4 - Os prazos referidos nas alíneas c) e d) do n.º 1, bem como os correspondentemente referidos nos n.ºs 2 e 3, são acrescentados de seis meses se tiver havido recurso para o Tribunal Constitucional ou se o processo penal tiver sido suspenso para julgamento em outro tribunal de questão prejudicial. Artigo 229.º
(Prevalência dos acordos e convenções internacionais) As rogatórias, a extradição, a delegação do procedimento penal, os efeitos das sentenças penais estrangeiras e as restantes relações com as autoridades estrangeiras relativas à administração da justiça penal são reguladas pelos tratados e convenções internacionais e, na sua falta ou insuficiência, pelo disposto em lei especial e ainda pelas disposições deste livro.' Está, porém, apenas em causa a interpretação destas normas segundo a qual para a contagem dos prazos máximos de duração da prisão preventiva não deve considerar-se o tempo de detenção provisória para efeitos de extradição sofrida no estrangeiro pelo arguido que foi extraditado para Portugal. Para a detenção provisória sofrida em processos de extradição a correr em Portugal, tal solução encontrava-se expressamente prevista no artigo 29º, n.º 1, do Decreto-Lei n.º 437/75, de 16 de Agosto, que preceituava que 'a detenção do extraditando não está sujeita aos limites do prazo da prisão preventiva previstos na lei de processo penal.' No Decreto-Lei n.º 43/91, de 22 de Janeiro
(que revogou o diploma anteriormente citado), não se encontra disposição semelhante, mas, de todo o modo, no presente caso, o que se questiona é a relevância do tempo de detenção provisória para extradição sofrida no estrangeiro, para os prazos máximos de duração da prisão preventiva. Trata-se, pois, no presente recurso, de apreciar a conformidade constitucional da não aplicação das disposições que estabelecem estes prazos também ao tempo de detenção provisória para extradição sofrido no estrangeiro, somado ao tempo de prisão preventiva aplicada no processo penal. Com este alcance, tal questão de constitucionalidade não foi ainda objecto de decisão por este Tribunal (cfr. o Acórdão n.º 524/98, inédito, onde, nesta parte, não se tomou conhecimento do recurso). Como disposições que seriam violadas pela interpretação destas normas impugnadas, o recorrente invoca os artigos 13º, 14º, 28º, n.º 4 e 32º, n.º 1 da Constituição.
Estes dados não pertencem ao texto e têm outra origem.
def _run_mpi(group, k, allreduce_mode, timeout_s, out: Path):
    out.mkdir(parents=True, exist_ok=True)
    proc, seconds = launch_mpi(k, [__file__, group, str(out), allreduce_mode, str(timeout_s)])
    ranks = [msgpack.unpackb((out / f"rank{r}.msgpack").read_bytes())
             if (out / f"rank{r}.msgpack").exists() else None for r in range(k)]
    notes = {r: msgpack.unpackb((out / f"note{r}.msgpack").read_bytes())
             for r in range(k) if (out / f"note{r}.msgpack").exists()}
    return {"ranks": ranks, "notes": notes, "returncode": proc.returncode,
            "output": proc.stdout + proc.stderr, "seconds": seconds}


def _run_loopback(group, k):
    if k != 1:
        pytest.skip(NO_PEERS)
    t = LoopbackTransport(0, 1, Profile(0))
    return {"ranks": [run_group(t, 0, 1, group, lambda note=None: None)], "notes": {}}


_CACHE: dict = {}


def ran(transport, group, k, tmp_path_factory) -> dict:
    """The group's results on `transport` with k ranks (each launch once per module)."""
    key = (transport, group, k)
    if key not in _CACHE:
        timeout_s = GROUPS[group][2]
        if transport == "pipes":
            _CACHE[key] = _run_pipes(group, k, timeout_s)
        elif transport == "loopback":
            _CACHE[key] = _run_loopback(group, k)
        else:
            mode = "ring" if transport == "mpi-ring" else "mpi"
            _CACHE[key] = _run_mpi(group, k, mode, timeout_s,
                                   tmp_path_factory.mktemp(f"{transport}-{group}-{k}"))
    res = _CACHE[key]
    if transport.startswith("mpi") and group in ("mesh", "alone"):
        assert res["returncode"] == 0, res["output"][-3000:]
    for r in res["ranks"]:
        assert r is None or "crash" not in r, r
    return res


# ---------------------------------------------------------------- expected counts

def _header(kind, epoch, layer, direction, source, dtype, shape) -> int:
    return len(frames.encode_header(kind=kind, epoch=epoch, layer=layer, direction=direction,
                                    source=source, dtype=dtype, shape=shape))


def _mesh_rows(rank, k) -> dict:
    """(src, dst, kind, layer, direction) -> [payload, framing, frames] that `mesh` must
    count on `rank`: every frame once as sent and once as received, framing as frames.py
    encodes the header."""
    rows: dict[tuple, list[int]] = {}

    def add(src, dst, epoch, layer, direction, dtype, shape):
        key = (src, dst, "halo", layer, direction)
        row = rows.setdefault(key, [0, 0, 0])
        row[0] += int(np.prod(shape)) * np.dtype(dtype).itemsize
        row[1] += _header("halo", epoch, layer, direction, src, dtype, shape)
        row[2] += 1

    for q in range(k):
        if q == rank:
            continue
        for src, dst in ((rank, q), (q, rank)):
            for epoch, direction, dtype in LARGE:
                add(src, dst, epoch, 1, direction, dtype, (_rows(src, dst), WIDTH))
            for epoch in SMALL_EPOCHS:
                add(src, dst, epoch, 0, "forward", np.float64, (100 + epoch, 3))
            add(src, dst, STRIDED_EPOCH, 0, "eval", np.float64, (6, 5))
            add(src, dst, EMPTY_EPOCH, 0, "eval", np.float32, (0, 7))
    return rows


def _ring_rows(rank, k) -> dict:
    """What one rank sends and receives in the `allreduce` scenario, from the ring schedule
    of Patarasuk & Yuan (2009, from memory): the vector is cut into k chunks as
    np.array_split cuts it; in reduce-scatter step s rank r sends chunk (r - s) mod k to
    r + 1 and receives chunk (r - s - 1) mod k from r - 1; in all-gather step s it sends
    chunk (r + 1 - s) and receives chunk (r - s). Layer -1, epoch 1."""
    rows: dict[tuple, list[int]] = {}
    if k == 1:
        return rows
    right, left = (rank + 1) % k, (rank - 1) % k
    for size in SUM_SIZES:
        lengths = [len(c) for c in np.array_split(np.empty(size), k)]
        for dtype in DTYPES:
            steps = [("reduce-scatter", (rank - s) % k, (rank - s - 1) % k) for s in range(k - 1)]
            steps += [("all-gather", (rank + 1 - s) % k, (rank - s) % k) for s in range(k - 1)]
            for direction, c_send, c_recv in steps:
                for src, dst, c in ((rank, right, c_send), (left, rank, c_recv)):
                    row = rows.setdefault((src, dst, "allreduce", -1, direction), [0, 0, 0])
                    row[0] += lengths[c] * np.dtype(dtype).itemsize
                    row[1] += _header("allreduce", 1, -1, direction, src, dtype, (lengths[c],))
                    row[2] += 1
    return rows


def _counted(profile, kind) -> dict:
    return {(r["src"], r["dst"], r["kind"], r["layer"], r["direction"]):
            [r["payload_bytes"], r["framing_bytes"], r["frames"]]
            for r in profile["bytes"] if r["kind"] == kind}


# ---------------------------------------------------------------- the contract

# k = 4 moves ~100 MB over pipes on 2 cores (> 3 s): the quick tier stops at 3
K_VALUES = (2, 3, pytest.param(4, marks=pytest.mark.slow))


@pytest.mark.parametrize("k", K_VALUES)
@pytest.mark.parametrize("transport", TRANSPORTS)
def test_large_frames_cross_all_pairs_both_ways_at_once(transport, k, tmp_path_factory):
    res = ran(transport, "mesh", k, tmp_path_factory)
    # Every large frame is larger than the pipe buffer, and all are in flight at once: a
    # transport that sent before receiving would deadlock here (common practice).
    assert PIPE_BYTES <= PIPE_BUFFER
    assert min(_rows(p, q) for p in range(k) for q in range(k)) * WIDTH * 4 > PIPE_BUFFER
    for r in res["ranks"]:
        assert r["is_transport"]
        assert r["mesh"]["ok"] == {name: True for name in r["mesh"]["ok"]}, r["mesh"]["ok"]
        assert len(r["mesh"]["ok"]) == 2 + len(SMALL_EPOCHS) + 2


@pytest.mark.parametrize("k", K_VALUES)
@pytest.mark.parametrize("transport", TRANSPORTS)
def test_every_frame_is_counted_as_the_frames_module_encodes_it(transport, k,
                                                                tmp_path_factory):
    res = ran(transport, "mesh", k, tmp_path_factory)
    for rank, r in enumerate(res["ranks"]):
        assert _counted(r["profile"], "halo") == _mesh_rows(rank, k)
    totals = merge([r["profile"] for r in res["ranks"]])
    assert totals["consistent"], totals["mismatches"]   # receivers counted what was sent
4. A argumentação no sentido da inconstitucionalidade apresentada pelo recorrente desconsidera a diferença existente entre o processo de extradição, que decorre sob jurisdição do estado requerido – e, portanto, subtraído ao controlo e à soberania do estado português – e o processo penal, que se lhe seguirá, para concluir que os prazos de duração máxima da prisão preventivas têm em conta a situação do arguido sem atender à possibilidade de efectiva instrução do processo no estado requerente. Ora, não só tais processos são regidos por leis diversas e têm finalidades diferentes – não tendo, aliás, que se seguir ao processo de extradição apenas um processo penal –, como esses prazos são estabelecidos também em consideração do dever (e da possibilidade) de promoção do andamento do processo.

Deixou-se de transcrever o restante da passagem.